The rest of the journey back to the pier is relatively straight-forward, with the only confusing part being that the path cuts right into a family-run restaurant. The owner is friendly and will direct you onwards, after which the path will bring you down some stairs into an area with some old, dilapidated buildings. Follow the path to the left through the archway and you will end up back where you started at the ferry pier.
This guide will only cover the main attractions, which Tin Hau Temple and the Conch Rock (also known as the Snail Rock), although visitors can continue by hopping onto a trail that will loop you around the north side of the island.
After disembarking from the boat, make your way to the left side of the island. As the inner shoreline is curved, you will get an awesome view of the entire path to get to the Tin Hau Temple that will take you past Ming Kee Seafood Restaurant and a handful of small Hong Kong-style eateries. There are some beautiful repainted buildings along the way that are perfect for a little Instagram shot as well.
Tin Hau Temple sits on the west side of the island, facing the bay of Tai Wan. Given that the island of Po Toi is more than an hour from the mainland, it’s no surprise the villagers have relied on Tin Hau, the goddess of the sea, for protection. There are no official records for the constriction of the temple, but it was renovated in 1893 and regularly maintained. Each year for the Tin Hau Festival, an opera stage is temporarily built for the occasion. Outside, there is a small seating area for the weary traveler to take pictures against the backdrop of the ocean.
A few steps to the left of the temple (when facing the temple) is The Conch. As you head back towards the centre of the island, you should see the option to take the hiking trail to continue your loop around the northern side of the island, marked with a yellow sign. If not, keep going forward to hit up Routes 1 and 2, or stop for a quick bite!
There are just a few options for refuelling on Po Toi. Because the island used to rely heavily on seaweed production, a well-known dish that visitors should order is the Hong Kong diner classic of instant noodles with fried Spam and fried egg, but with the Po Toi twist of a healthy serving of briny seaweed in the broth.

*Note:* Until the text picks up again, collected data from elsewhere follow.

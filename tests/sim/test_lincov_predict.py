"""The linear prediction of a scenario (sim.lincov, covey predict): no truth flown, no JVM.

What is checked against what:
- The source table: every source of the campaign error budget's list, with status linear /
  monte_carlo_only / off from the scenario's sigmas (the rule of sim/lincov/predict.py's docstring).
- The re-solve case of hybrid_resolve starts at the last cycle before the freeze (one chief orbit
  before the deadline, the law's default freeze_s; guidance/laws/resolve.py).
- In the planner's own linear model, a Monte Carlo of the demo plan with the drag-area source alone
  (4000 draws, fixed seed; the differential drag rebuilt from the scenario geometry's mode areas,
  sim.models.geometry, and guidance.density's drag formula) reproduces the predicted variances
  within the chi-square band of a sample variance ((N-1) s^2 / sigma^2 ~ chi2(N-1), Cochran's
  theorem, e.g. Casella & Berger, Statistical Inference, 2002, Thm 5.3.1 [memory for the number]),
  two-sided at 1e-4 per axis.
- The prediction file round-trips (h5py), and refuses a file of another schema.
- The comparison with a campaign, on a synthetic summary written with
  sim.campaign.summary.write_summary (a FIXTURE: final errors drawn from the predicted Gaussian, not
  flown): ratios inside the sampling band; errors twice as large give ratios near 0.5, outside it.
  The band holds 99 % of small Gaussian campaigns (its chi-square coverage, checked by simulation).
- Against the truth (flown Monte Carlo of at least 50 runs): NOT here; it needs the campaign runner.
"""

from __future__ import annotations

from pathlib import Path

import numpy as np
import pytest
from scipy.stats import chi2

from guidance import lincov as lc
from guidance.constants import R_EARTH_M
from guidance.density import differential_along_track_accel_mps2, relative_wind_speed_mps
from guidance.planning import chief_period_s, drag_matrices

from sim.campaign.summary import RunRow, scalar_metric_names, write_summary
from sim.cli.main import main
from sim.errors import LogFormatError, ScenarioError
from sim.lincov.compare import compare_with_summary, sigma_ratio_band
from sim.lincov.predict import plan_at_start, predict_scenario
from sim.lincov.store import read_prediction, write_prediction
from sim.models.geometry import mode_areas_m2
from sim.scenario.reader import load_scenario

REPO = Path(__file__).resolve().parents[2]
DEMO = REPO / "scenarios" / "demo_formation.toml"


@pytest.fixture(scope="module")
def demo():
    cfg = load_scenario(DEMO)
    start = plan_at_start(cfg)
    return cfg, start, predict_scenario(cfg, 0.95, start)


def test_every_source_is_listed_with_its_status(demo):
    _, _, pred = demo
    assert tuple(pred.statuses) == lc.SOURCE_NAMES
    assert {k for k, v in pred.statuses.items() if v == "linear"} == set(lc.LINEAR_SOURCES)
    assert {k for k, v in pred.statuses.items() if v == "monte_carlo_only"} == {
        "pointing", "timing", "attitude", "solar_activity"}
    assert "absolute" in pred.notes["navigation"] and "monte_carlo_only" in pred.notes["navigation"]
    for dp in pred.deputies.values():
        for c in dp.cases.values():
            for s in c.sources:
                if s.status != "linear":
                    assert not np.any(s.cov_m2) and not np.any(s.mean_m)
            np.testing.assert_allclose(c.cov_m2, sum(s.cov_m2 for s in c.sources))
            assert np.all(np.linalg.eigvalsh(c.cov_m2) > -1e-9 * np.abs(c.cov_m2).max())
            np.testing.assert_allclose(c.half_width_m, np.sqrt(chi2.ppf(0.95, 6) * np.diag(c.cov_m2)))
    # the density bias is a fixed error (mean), the other sources none
    c = pred.deputies["beta"].case
    assert np.any(c.source("density").mean_m != 0) and not np.any(c.source("drag_area").mean_m)
    # perfect navigation and actuators, no density error: everything linear is off
    cfg2 = load_scenario(DEMO, {"navigation.perfect": True, "actuators.perfect": True,
                                "environment.density_error.sigma": 0.0,
                                "environment.density_error.bias": 0.0})
    p2 = predict_scenario(cfg2)
    assert [p2.statuses[s] for s in lc.SOURCE_NAMES] == ["off"] * 7 + ["monte_carlo_only"]
    assert not np.any(p2.deputies["beta"].case.cov_m2)


def test_resolve_case_starts_at_the_last_cycle_before_the_freeze(demo):
    cfg, start, pred = demo
    dp = pred.deputies["beta"]
    assert dp.primary == "after_last_resolve" and set(dp.cases) == {"open_loop", "after_last_resolve"}
    assert dp.cases["open_loop"].t_from_s == 0.0
    period = chief_period_s(start.plans["beta"].chief_oe)
    T = cfg.deputies[0].deadline_s
    cyc = cfg.guidance.cycle_s
    expected = cyc * np.floor((T - period) / cyc - 1e-12)
    assert dp.case.t_from_s == pytest.approx(expected) and expected == 226800.0
    # a single-solve law has the open-loop case only
    p1 = predict_scenario(load_scenario(DEMO, {"guidance.law": "hybrid_single"}))
    assert set(p1.deputies["beta"].cases) == {"open_loop"} and p1.deputies["beta"].primary == "open_loop"


def test_drag_area_prediction_matches_a_monte_carlo_of_the_demo_plan(demo):
    cfg, start, pred = demo
    law = start.law
    plan = law.deputies["beta"].plan
    req = plan.request
    lp = start.plans["beta"]
    sigma = cfg.actuators.drag_area_sigma
    cov = lc.drag_area_cov(lp, sigma)
    np.testing.assert_allclose(cov, pred.deputies["beta"].cases["open_loop"].source("drag_area").cov_m2)
    # the drag of the plan's realised duty cycles, rebuilt from the scenario geometry
    bus = cfg.deputies[0].bus
    areas = mode_areas_m2(bus)
    a = float(req.chief_oe[0])
    rho = float(law.density.density_kgpm3(a - R_EARTH_M))
    v = float(relative_wind_speed_mps(a, req.chief_oe[3]))
    b = {m: bus.cd * ar / bus.mass_kg for m, ar in areas.items()}
    d = plan.duty
    rng = np.random.default_rng(2024)
    n = 4000
    f = sigma * rng.standard_normal((n, 3))  # min_drag, max_drag of beta; nominal of the chief

    def w(fl, fh, fc):
        bd = (1 - d) * b["min_drag"] * (1 + fl) + d * b["max_drag"] * (1 + fh)
        return differential_along_track_accel_mps2(rho, v, bd, b["nominal"] * (1 + fc))

    w0 = w(0.0, 0.0, 0.0)
    dw = w(f[:, :1], f[:, 1:2], f[:, 2:3]) - w0  # (n, S)
    g = drag_matrices(req.chief_oe, req.seg_t0_s, req.seg_t1_s, req.deadline_s, req.t0_s, req.stm)
    x = a * dw @ g
    S = np.cov(x, rowvar=False)
    lo, hi = chi2.ppf(5e-5, n - 1) / (n - 1), chi2.ppf(1 - 5e-5, n - 1) / (n - 1)
    live = np.diag(cov) > 1e-12 * np.diag(cov).max()
    ratio = np.diag(S)[live] / np.diag(cov)[live]
    assert np.all((ratio > lo) & (ratio < hi)), ratio
    assert live.sum() == 5 and np.diag(S)[~live].max() < 1e-12  # dix: drag acts along-track only


def test_prediction_file_round_trip(demo, tmp_path):
    _, _, pred = demo
    p = write_prediction(tmp_path / "p.h5", pred)
    back = read_prediction(p)
    assert back.statuses == pred.statuses and back.notes == pred.notes
    assert back.confidence == pred.confidence and back.law == pred.law == "hybrid_resolve"
    for name, dp in pred.deputies.items():
        bd = back.deputies[name]
        assert bd.primary == dp.primary and set(bd.cases) == set(dp.cases)
        for cn, c in dp.cases.items():
            bc = bd.cases[cn]
            np.testing.assert_array_equal(bc.cov_m2, c.cov_m2)
            np.testing.assert_array_equal(bc.half_width_m, c.half_width_m)
            assert bc.dominant == c.dominant and bc.t_from_s == c.t_from_s
            for s, bs in zip(c.sources, bc.sources):
                assert s.name == bs.name and s.status == bs.status
                np.testing.assert_array_equal(s.cov_m2, bs.cov_m2)
    import h5py

    with h5py.File(tmp_path / "other.h5", "w") as f:
        f.attrs["schema"] = "covey.runlog"
    with pytest.raises(LogFormatError, match="not a covey prediction"):
        read_prediction(tmp_path / "other.h5")


def _summary(path, errors_by_deputy, n_failed=0):
    """A synthetic campaign summary (FIXTURE, not flown): the given final errors per deputy."""
    names = scalar_metric_names()
    n = len(next(iter(errors_by_deputy.values())))
    rows = []
    for k in range(n + n_failed):
        if k < n:
            mets = {d: {**{m: float("nan") for m in names}, "final_error_m": list(e[k])}
                    for d, e in errors_by_deputy.items()}
            rows.append(RunRow(index=k, seed=k, status="ok", metrics=mets))
        else:
            rows.append(RunRow(index=k, seed=k, status="failed", reason="fixture"))
    return write_summary(path / "summary.h5", rows, name="fixture", kind="monte_carlo",
                         master_seed=1, campaign_toml="# fixture\n")


def _draws(pred, n, scale, rng):
    out = {}
    for name, dp in pred.deputies.items():
        c = dp.case
        out[name] = c.mean_m + scale * rng.multivariate_normal(np.zeros(6), c.cov_m2, n, method="eigh")
    return out


def test_comparison_with_a_synthetic_campaign(demo, tmp_path):
    from sim.campaign.summary import read_summary

    _, _, pred = demo
    rng = np.random.default_rng(99)
    (tmp_path / "good").mkdir()
    _summary(tmp_path / "good", _draws(pred, 400, 1.0, rng), n_failed=3)
    comp = compare_with_summary(pred, read_summary(tmp_path / "good"))
    assert set(comp) == {"beta", "gamma"}
    for c in comp.values():
        assert c.n_runs == 400  # the failed runs (no final error) are left out
        assert np.all(c.consistent), (c.ratio, c.band_lo, c.band_hi)
        # means agree within 5 standard errors
        assert np.all(np.abs(c.measured_mean_m - c.predicted_mean_m) <= 5 * c.predicted_sigma_m / np.sqrt(400))
    (tmp_path / "wide").mkdir()
    _summary(tmp_path / "wide", _draws(pred, 400, 2.0, rng))
    comp2 = compare_with_summary(pred, read_summary(tmp_path / "wide"))
    for c in comp2.values():
        assert not np.any(c.consistent)
        np.testing.assert_allclose(c.ratio, 0.5, rtol=0.15)


def test_sampling_band_holds_its_probability():
    lo, hi = sigma_ratio_band(50, 0.01)
    rng = np.random.default_rng(5)
    x = rng.standard_normal((20000, 50))
    r = 1.0 / x.std(axis=1, ddof=1)  # true sigma 1 / sample sigma
    inside = np.mean((r >= lo) & (r <= hi))
    assert abs(inside - 0.99) < 5 * np.sqrt(0.99 * 0.01 / 20000)


def test_cli_predict_with_a_campaign_writes_next_to_its_summary(demo, tmp_path, capsys):
    _, _, pred = demo
    camp = tmp_path / "camp"
    camp.mkdir()
    _summary(camp, _draws(pred, 60, 1.0, np.random.default_rng(1)))
    assert main(["predict", str(DEMO), "--campaign", str(camp)]) == 0
    out = capsys.readouterr().out
    assert "needs Monte Carlo (not linear): pointing, timing, attitude, solar_activity" in out
    assert "vs Monte Carlo (60 runs)" in out and "ratio" in out
    back = read_prediction(camp / "prediction.h5")
    assert back.attrs["campaign"].endswith("summary.h5")
    assert main(["predict", str(DEMO), "-o", str(tmp_path / "x.h5"), "--confidence", "0.99"]) == 0
    assert read_prediction(tmp_path / "x.h5").confidence == 0.99


@pytest.mark.parametrize("argv,msg", [
    (["--confidence", "1.2"], "--confidence"),
    (["--set", "guidance.law=drag_bang_bang"], "guidance.law"),
    (["--set", "guidance.law=none"], "guidance.law"),
    (["--campaign", "no/such/folder"], "--campaign"),
])
def test_cli_predict_bad_input_is_exit_2(argv, msg, tmp_path, capsys):
    assert main(["predict", str(DEMO), "-o", str(tmp_path / "p.h5"), *argv]) == 2
    err = capsys.readouterr().err
    assert err.startswith("covey: ") and msg in err and len(err.strip().splitlines()) == 1


def test_free_drift_has_no_plan():
    with pytest.raises(ScenarioError, match="guidance.law"):
        plan_at_start(load_scenario(REPO / "scenarios" / "demo_drift.toml"))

Island-famous restaurant Ming Kee Seafood will give you that fresh seafood experience that islands are known for. Given that a majority of restaurants are located at the centre of the island bay, diners will also get a great view of the ocean, and be able to keep an eye on the docks in case the ferry leaves without them!
Fairly clean and quiet, the main beach on Po Toi does not offer much in the way of entertainment, but it does make for a splendid dip in the sea if you need to cool down after a long day of hiking around the island. Overlooking Tai Wan (which means “Big Bay” in Cantonese), the quaint stretch of sand can also double as a picnic spot.